# What are these?



## Try'n Hard (Oct 23, 2008)

Cahaba river bank. There were 2 about 10 yds apart. I thought they were small docks or swim platforms but there looked like a door and ropes mixed in there. Seemed to be built into bank?


----------



## 60hertz (Oct 1, 2007)

Portals to another dimension.


----------



## daniel9829 (Jan 31, 2009)

They are docks or swim platforms. When I was growing up in Birmingham no one cared about kids building a platform to swim off of. we used the part of the Cahaba runs by Liberty Park off I-459. I would think that is same thing. Now down on the lower parts of the Cahaba the small town of Cahaba near Selma was a gold and silver smelter.
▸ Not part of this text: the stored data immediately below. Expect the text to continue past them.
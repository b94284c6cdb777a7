import { fieldByKey } from "../../state/specFields.ts";
import { SpecFieldInput } from "../design/SpecFieldInput.tsx";

const KEYS = ["vin.min", "vin.nom", "vin.max", "vout", "iout.min", "iout.max", "fsw"];

/** The operating point beside the table, so a what-if is one edit away; the same fields as on Design. */
export function QuickSpec() {
  return (
    <details className="card" open>
      <summary>
        <strong>Operating point</strong> <span className="muted">(the ranking follows each edit; every other setting is on the Design screen)</span>
      </summary>
      <div className="quick-spec">
        {KEYS.map((k) => {
          const f = fieldByKey(k);
          if (f === undefined) return null;
          const label = k.startsWith("vin.") ? `Vin ${f.label.toLowerCase()}` : k.startsWith("iout.") ? `Iout ${f.label.toLowerCase()}` : f.label;
          return <SpecFieldInput key={k} field={{ ...f, label }} idPrefix="quick" />;
        })}
      </div>
    </details>
  );
}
From there south some comercial was used from there down to the Alabama and on to Mobile bay. They used mule pulled flats to hall commercial. They also had small docks but I would think would be long gone. I believe the last ones were in 1940 05 50s.


----------



## sureicanfish (Sep 30, 2007)

Something a farmer built for irrigation purposes? Pretty small dock, might as well stand on the bank.

Or maybe they were for a houseboat or something


----------



## Try'n Hard (Oct 23, 2008)

Hard to see the eye bolts and old rope but they are definitely some type of contraption. I think hjorgan has a camp right in this area. Hoping he sees this.


----------



## H2OMARK (Oct 2, 2007)

Small docks. All the people that bought property along the river in Twin Pines several years back didn't know that they couldn't put in full sized docks. Something to do with Old Cahaba and historical something or other if memory serves me correctly. We take the skiff up there every once in a while as a change of pace and scenery. you can make it all the way up to HWY 22 pretty easily. Good little ride (and some good fishing)


----------



## grum man (Nov 4, 2011)

I am not saying it's aliens. But it's aliens!


----------



## grum man (Nov 4, 2011)

60hertz said:


> Portals to another dimension.



I almost choked on my tea reading this. Haw!


----------



## SurfRidr (Apr 24, 2012)

If there was any water behind that bank, they could be old "trunks" set in a dike that can be opened and closed to regulate flow of water. Lowcountry South Carolina rivers had contraptions that looked a little bit like that set in the dikes around the rice fields; they were wooden doors over the culverts which would be opened or closed on either end to let tidal river water flow into or out of the rice fields to keep them flooded or dry depending on the time of the growing season. 

If there was no water behind that bank and they are just set into a river bank, then I would go with the alien dimensional portal idea. Or small docks.


----------



## Rickpcfl (Nov 12, 2013)

If they were 10 yards apart, I could see how they might be used for accessing a house boat that could be parked between them.


----------



## GROUPERKING (Sep 28, 2011)

Box traps for spawning catfish....but maybe a portal.


----------



## Catchemall (May 8, 2018)

H2OMARK said:


> Small docks. All the people that bought property along the river in Twin Pines several years back didn't know that they couldn't put in full sized docks. Something to do with Old Cahaba and historical something or other if memory serves me correctly. We take the skiff up there every once in a while as a change of pace and scenery. you can make it all the way up to HWY 22 pretty easily. Good little ride (and some good fishing)


We hunted in your neighborhood for many years. Had a lease on the Alabama River at Cahaba and one on Chilatchee Creek at Crumptonia near the Menonite's farm. We talked them in to starting the deer processing business there. They are some great people. Several of them came and fished with us in the summer for a few years.


----------



## Bigem1958 (Oct 22, 2007)

Going north on the Cahaba, there was a 30-40' cabin cruiser tied up on the right side at one time. Saw it several times but don't know what happened to it. There looked to be a trail coming to it but never got close enough to see how they had it tied up. Those docks may be where it was.


----------